What the task asks: Return, exactly and in full, the lines of the records below starting at the one with "(see small_textbook.c). */" and ending at the one with "void tb_dgetrs(int n, const", and no other lines.
━━ Source data ━━
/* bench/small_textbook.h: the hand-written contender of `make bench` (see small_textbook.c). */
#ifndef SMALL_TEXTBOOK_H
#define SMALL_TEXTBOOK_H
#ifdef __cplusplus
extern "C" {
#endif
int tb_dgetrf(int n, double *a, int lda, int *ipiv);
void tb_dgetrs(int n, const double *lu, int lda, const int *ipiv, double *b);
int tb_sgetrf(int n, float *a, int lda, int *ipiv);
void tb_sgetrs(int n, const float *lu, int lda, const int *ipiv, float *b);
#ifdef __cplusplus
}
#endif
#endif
━━━
━━ Source data ━━
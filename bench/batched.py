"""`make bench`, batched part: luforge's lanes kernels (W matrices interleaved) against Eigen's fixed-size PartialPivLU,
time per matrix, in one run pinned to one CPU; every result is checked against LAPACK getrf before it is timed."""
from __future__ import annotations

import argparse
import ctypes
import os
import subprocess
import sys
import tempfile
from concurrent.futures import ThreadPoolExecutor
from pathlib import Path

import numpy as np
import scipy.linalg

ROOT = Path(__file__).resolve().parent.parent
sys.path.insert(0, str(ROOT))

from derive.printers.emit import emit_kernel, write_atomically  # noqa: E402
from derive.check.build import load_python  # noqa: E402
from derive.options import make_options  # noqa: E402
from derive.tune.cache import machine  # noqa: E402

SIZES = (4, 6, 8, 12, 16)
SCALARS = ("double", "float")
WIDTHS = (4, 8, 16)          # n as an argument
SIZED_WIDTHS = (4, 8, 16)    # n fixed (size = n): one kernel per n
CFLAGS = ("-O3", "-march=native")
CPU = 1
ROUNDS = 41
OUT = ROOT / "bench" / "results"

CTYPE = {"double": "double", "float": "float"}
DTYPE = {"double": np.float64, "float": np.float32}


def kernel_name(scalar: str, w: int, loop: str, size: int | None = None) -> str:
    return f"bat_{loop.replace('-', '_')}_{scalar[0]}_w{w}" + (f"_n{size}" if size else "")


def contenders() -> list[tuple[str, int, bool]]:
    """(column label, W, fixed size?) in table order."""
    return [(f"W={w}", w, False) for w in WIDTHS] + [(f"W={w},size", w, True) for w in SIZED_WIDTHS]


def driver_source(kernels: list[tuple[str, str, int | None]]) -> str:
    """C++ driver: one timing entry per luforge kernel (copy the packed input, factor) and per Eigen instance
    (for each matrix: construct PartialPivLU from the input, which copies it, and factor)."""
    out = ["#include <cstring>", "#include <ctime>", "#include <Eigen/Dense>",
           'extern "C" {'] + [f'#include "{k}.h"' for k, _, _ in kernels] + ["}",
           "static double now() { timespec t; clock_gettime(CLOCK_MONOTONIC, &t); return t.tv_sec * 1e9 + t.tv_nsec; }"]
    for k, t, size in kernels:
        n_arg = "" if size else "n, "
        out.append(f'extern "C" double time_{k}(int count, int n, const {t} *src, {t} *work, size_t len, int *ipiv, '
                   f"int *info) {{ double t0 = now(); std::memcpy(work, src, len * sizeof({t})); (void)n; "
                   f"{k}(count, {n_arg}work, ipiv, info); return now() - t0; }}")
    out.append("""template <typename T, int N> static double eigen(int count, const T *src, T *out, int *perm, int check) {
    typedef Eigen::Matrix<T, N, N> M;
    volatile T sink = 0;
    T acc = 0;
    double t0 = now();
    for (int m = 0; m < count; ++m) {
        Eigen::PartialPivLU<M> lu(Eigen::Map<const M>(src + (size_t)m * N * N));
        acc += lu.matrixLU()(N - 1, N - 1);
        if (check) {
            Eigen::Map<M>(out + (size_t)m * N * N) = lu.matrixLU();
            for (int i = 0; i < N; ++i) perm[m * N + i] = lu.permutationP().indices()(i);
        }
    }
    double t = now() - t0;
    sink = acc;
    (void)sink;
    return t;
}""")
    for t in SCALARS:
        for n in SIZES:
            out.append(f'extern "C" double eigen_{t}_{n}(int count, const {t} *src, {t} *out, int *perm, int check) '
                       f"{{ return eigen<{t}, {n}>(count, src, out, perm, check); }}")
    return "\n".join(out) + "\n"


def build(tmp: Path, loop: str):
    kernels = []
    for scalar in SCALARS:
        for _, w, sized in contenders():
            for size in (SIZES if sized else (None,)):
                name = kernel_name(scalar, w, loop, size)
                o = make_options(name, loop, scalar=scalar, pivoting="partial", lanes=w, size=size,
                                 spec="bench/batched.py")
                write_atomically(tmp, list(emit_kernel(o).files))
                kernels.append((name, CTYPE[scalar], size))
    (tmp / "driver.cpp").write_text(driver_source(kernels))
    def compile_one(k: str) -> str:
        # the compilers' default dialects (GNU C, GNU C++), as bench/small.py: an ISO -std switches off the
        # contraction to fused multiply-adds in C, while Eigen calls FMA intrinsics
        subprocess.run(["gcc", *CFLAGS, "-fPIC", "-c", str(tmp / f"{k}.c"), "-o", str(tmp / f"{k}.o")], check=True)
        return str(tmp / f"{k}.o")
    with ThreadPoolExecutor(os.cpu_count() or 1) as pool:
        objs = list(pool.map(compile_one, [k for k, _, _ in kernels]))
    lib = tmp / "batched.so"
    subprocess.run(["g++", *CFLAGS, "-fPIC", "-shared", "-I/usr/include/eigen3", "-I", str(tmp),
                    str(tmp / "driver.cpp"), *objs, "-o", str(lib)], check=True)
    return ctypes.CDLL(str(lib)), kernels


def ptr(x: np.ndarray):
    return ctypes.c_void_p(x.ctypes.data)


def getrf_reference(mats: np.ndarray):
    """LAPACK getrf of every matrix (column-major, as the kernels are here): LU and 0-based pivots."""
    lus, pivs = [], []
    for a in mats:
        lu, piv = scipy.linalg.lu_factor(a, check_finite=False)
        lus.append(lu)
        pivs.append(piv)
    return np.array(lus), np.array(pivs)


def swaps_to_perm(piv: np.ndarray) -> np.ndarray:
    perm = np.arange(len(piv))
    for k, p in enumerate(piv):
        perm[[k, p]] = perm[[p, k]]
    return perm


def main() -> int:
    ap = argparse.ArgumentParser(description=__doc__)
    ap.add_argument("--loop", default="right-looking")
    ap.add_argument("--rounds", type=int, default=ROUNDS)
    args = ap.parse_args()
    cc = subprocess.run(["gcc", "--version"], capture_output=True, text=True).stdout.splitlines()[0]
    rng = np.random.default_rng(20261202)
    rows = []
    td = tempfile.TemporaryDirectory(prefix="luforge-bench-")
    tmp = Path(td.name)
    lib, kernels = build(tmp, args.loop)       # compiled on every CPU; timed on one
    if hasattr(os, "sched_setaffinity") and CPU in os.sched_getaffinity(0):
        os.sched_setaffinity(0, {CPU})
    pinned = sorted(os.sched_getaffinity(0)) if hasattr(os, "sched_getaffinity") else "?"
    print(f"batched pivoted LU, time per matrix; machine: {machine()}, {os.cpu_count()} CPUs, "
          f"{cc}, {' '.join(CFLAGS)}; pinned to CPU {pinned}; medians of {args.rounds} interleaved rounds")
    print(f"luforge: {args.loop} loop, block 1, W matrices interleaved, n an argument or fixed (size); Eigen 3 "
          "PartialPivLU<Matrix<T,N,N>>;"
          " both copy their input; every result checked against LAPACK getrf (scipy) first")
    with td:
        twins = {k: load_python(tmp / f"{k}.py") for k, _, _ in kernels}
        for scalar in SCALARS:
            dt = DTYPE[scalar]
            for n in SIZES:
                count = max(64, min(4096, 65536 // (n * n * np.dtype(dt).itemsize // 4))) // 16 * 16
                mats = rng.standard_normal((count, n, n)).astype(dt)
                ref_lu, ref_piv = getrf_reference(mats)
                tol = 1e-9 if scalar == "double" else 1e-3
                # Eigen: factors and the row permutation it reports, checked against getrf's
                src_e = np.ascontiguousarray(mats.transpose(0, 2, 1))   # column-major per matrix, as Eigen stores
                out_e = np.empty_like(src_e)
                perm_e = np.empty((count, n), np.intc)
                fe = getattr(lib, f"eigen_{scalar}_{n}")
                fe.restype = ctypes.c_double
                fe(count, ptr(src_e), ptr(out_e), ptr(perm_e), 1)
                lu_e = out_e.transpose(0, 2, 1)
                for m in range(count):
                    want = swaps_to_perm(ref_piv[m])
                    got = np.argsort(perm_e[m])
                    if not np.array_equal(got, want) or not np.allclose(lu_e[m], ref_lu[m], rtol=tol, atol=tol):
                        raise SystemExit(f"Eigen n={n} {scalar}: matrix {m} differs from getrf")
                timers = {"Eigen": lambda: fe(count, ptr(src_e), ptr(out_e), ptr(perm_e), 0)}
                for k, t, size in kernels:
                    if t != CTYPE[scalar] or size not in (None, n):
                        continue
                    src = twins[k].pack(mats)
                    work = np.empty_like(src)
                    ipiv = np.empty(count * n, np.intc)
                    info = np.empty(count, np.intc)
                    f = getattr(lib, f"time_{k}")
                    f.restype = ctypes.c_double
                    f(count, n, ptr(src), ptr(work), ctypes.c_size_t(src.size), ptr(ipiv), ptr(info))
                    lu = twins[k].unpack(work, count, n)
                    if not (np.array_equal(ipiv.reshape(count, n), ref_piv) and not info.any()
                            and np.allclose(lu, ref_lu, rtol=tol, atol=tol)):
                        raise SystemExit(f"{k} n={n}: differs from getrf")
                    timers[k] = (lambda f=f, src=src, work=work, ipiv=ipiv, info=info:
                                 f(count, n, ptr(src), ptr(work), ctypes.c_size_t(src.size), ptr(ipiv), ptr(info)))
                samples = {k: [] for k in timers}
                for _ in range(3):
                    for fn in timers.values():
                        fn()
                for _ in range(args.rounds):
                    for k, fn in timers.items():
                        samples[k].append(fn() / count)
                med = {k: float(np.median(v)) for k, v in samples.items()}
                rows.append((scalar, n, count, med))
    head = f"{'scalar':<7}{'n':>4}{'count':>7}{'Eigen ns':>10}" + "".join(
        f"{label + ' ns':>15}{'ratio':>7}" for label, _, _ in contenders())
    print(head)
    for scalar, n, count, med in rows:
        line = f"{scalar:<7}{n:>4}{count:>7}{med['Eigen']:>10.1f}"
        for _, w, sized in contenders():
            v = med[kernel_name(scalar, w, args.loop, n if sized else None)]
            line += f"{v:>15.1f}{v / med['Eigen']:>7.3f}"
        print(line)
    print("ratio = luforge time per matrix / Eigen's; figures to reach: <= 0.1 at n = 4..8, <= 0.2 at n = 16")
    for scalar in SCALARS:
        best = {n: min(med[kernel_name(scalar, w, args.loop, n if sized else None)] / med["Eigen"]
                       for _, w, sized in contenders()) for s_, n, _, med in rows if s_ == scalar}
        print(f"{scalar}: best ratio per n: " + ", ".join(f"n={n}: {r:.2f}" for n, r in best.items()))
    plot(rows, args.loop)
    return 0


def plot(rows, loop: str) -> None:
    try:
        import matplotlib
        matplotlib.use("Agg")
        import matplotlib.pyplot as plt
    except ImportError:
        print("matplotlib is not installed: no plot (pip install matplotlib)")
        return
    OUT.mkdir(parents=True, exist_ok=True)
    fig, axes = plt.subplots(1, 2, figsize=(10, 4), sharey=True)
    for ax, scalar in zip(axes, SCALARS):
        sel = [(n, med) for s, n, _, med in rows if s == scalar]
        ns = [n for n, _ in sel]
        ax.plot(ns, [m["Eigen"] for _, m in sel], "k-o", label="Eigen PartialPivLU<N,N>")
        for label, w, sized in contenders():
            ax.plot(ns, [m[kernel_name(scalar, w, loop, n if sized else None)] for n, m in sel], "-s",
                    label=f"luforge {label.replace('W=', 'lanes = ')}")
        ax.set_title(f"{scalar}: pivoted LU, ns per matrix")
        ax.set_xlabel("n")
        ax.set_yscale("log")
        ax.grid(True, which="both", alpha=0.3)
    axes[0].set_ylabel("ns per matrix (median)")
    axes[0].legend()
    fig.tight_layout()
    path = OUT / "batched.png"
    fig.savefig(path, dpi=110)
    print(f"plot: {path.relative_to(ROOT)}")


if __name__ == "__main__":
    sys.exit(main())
━━━
━━ Source data ━━
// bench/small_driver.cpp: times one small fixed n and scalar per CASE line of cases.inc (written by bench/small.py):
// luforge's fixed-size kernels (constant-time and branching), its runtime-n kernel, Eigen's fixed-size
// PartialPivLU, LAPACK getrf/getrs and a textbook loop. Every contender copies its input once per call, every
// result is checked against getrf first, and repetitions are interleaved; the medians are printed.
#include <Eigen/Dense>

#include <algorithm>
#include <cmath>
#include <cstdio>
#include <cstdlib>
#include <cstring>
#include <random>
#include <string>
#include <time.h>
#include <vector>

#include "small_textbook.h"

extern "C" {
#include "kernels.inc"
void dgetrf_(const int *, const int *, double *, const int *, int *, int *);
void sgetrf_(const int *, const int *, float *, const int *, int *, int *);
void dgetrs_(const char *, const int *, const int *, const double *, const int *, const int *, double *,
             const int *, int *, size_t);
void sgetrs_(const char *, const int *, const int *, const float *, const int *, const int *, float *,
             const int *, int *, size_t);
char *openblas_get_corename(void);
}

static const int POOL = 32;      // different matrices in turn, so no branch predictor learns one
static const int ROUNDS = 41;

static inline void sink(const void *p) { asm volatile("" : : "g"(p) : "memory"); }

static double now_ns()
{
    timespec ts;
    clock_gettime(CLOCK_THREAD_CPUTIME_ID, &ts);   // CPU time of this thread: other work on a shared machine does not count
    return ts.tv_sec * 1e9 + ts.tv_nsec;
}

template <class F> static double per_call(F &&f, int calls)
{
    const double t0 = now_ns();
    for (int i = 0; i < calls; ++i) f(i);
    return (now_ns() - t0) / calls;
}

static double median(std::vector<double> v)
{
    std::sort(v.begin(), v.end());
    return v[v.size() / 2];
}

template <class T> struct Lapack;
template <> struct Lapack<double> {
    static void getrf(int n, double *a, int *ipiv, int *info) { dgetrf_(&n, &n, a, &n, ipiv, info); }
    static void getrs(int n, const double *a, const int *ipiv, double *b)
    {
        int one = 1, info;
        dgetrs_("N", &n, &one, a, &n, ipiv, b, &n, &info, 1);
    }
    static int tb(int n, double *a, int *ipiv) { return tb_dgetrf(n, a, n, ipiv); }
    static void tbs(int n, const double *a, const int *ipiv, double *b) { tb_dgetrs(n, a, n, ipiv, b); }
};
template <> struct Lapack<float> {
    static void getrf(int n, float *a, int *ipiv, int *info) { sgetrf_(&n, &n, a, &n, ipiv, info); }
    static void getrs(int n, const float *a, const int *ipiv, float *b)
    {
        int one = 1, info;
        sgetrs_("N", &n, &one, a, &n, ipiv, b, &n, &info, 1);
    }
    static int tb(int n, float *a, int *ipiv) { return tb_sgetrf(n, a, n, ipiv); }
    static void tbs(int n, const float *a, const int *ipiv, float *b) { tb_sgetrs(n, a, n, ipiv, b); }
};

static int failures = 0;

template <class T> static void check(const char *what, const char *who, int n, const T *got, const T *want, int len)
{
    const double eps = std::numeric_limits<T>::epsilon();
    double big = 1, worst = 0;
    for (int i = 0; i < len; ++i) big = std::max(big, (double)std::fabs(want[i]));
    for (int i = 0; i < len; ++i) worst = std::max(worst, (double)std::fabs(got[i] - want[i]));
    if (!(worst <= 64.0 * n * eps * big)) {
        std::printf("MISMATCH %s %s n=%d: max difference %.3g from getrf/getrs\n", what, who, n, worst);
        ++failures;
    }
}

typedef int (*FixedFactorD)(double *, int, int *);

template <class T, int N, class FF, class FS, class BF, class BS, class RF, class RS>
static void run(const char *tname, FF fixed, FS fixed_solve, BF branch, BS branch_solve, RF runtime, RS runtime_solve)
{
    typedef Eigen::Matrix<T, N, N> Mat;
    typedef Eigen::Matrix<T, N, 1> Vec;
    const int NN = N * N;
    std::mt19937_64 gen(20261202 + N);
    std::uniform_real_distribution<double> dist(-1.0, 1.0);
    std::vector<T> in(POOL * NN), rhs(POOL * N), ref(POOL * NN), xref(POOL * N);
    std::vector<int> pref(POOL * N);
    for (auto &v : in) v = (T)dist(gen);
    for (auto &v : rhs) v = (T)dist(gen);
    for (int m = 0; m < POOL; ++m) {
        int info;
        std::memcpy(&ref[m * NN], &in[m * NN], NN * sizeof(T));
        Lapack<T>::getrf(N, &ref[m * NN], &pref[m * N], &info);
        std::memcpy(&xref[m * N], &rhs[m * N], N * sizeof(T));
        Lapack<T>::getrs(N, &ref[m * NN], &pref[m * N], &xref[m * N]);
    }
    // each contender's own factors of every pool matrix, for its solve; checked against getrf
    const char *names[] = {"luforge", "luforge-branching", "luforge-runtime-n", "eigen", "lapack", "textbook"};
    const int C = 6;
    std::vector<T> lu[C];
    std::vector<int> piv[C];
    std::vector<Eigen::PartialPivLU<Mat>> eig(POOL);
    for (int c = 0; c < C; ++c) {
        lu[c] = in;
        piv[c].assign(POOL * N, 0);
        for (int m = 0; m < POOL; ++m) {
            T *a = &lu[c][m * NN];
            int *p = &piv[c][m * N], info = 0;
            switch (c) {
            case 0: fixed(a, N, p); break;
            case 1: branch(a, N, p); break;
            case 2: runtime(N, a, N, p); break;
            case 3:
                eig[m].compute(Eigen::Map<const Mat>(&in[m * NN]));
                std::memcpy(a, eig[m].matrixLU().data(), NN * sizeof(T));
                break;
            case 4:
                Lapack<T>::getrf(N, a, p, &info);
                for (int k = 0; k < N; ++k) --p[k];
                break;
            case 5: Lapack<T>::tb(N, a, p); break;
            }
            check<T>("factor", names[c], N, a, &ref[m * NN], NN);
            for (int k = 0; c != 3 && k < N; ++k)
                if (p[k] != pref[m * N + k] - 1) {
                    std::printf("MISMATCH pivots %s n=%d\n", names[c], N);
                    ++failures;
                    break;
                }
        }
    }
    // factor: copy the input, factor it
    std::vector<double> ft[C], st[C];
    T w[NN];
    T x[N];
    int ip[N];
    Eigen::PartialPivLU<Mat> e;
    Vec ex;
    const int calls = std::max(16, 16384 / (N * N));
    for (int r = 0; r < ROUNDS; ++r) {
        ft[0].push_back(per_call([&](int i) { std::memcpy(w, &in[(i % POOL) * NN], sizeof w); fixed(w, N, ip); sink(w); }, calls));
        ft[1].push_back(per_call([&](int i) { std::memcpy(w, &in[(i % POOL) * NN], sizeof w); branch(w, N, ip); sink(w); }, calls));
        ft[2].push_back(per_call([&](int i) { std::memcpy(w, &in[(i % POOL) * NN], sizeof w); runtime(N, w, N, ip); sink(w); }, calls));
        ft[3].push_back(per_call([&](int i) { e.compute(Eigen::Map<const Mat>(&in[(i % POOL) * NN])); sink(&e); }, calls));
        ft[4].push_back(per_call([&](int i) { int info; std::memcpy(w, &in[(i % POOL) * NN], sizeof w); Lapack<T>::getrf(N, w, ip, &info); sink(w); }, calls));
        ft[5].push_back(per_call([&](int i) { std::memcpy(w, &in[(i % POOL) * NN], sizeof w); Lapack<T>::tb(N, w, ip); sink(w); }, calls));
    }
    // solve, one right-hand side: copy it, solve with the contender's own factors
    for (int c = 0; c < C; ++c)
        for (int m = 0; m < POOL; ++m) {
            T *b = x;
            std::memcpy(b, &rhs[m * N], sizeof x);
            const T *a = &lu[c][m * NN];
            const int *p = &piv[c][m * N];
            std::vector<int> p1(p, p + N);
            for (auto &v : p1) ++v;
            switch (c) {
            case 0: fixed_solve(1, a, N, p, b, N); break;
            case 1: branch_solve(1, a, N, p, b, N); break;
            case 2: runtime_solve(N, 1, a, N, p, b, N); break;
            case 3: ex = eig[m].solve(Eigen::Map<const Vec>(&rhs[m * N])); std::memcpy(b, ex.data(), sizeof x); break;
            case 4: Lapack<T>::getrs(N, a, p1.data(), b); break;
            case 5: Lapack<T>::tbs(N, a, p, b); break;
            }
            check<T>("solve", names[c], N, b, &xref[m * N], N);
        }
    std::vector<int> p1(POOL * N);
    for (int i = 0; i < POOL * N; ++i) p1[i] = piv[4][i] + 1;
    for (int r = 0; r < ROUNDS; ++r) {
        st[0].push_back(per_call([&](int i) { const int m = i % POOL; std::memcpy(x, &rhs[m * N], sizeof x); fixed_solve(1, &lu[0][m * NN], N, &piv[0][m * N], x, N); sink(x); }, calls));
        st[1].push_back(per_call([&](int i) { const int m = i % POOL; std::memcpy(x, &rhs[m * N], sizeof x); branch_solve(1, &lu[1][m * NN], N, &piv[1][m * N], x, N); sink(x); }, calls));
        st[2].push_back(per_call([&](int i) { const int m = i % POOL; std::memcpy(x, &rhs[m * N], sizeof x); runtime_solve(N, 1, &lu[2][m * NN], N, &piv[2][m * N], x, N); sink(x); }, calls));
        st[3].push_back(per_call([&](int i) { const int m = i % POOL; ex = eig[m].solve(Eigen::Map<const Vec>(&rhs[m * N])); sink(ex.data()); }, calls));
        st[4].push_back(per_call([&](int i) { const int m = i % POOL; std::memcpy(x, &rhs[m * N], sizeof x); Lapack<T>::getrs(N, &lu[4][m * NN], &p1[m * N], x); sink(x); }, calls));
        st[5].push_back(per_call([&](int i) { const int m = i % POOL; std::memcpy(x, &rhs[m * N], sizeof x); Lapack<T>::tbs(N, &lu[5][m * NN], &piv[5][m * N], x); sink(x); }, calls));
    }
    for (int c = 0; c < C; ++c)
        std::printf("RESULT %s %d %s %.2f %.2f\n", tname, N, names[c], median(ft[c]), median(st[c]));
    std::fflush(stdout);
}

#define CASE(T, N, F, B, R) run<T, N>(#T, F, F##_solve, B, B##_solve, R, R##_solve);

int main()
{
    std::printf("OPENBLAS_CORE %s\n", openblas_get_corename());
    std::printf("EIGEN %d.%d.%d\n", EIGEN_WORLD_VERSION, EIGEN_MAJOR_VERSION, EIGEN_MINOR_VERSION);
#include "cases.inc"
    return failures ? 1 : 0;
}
━━━
Response for this exercise:
/* bench/small_textbook.h: the hand-written contender of `make bench` (see small_textbook.c). */
#ifndef SMALL_TEXTBOOK_H
#define SMALL_TEXTBOOK_H
#ifdef __cplusplus
extern "C" {
#endif
int tb_dgetrf(int n, double *a, int lda, int *ipiv);
void tb_dgetrs(int n, const double *lu, int lda, const int *ipiv, double *b);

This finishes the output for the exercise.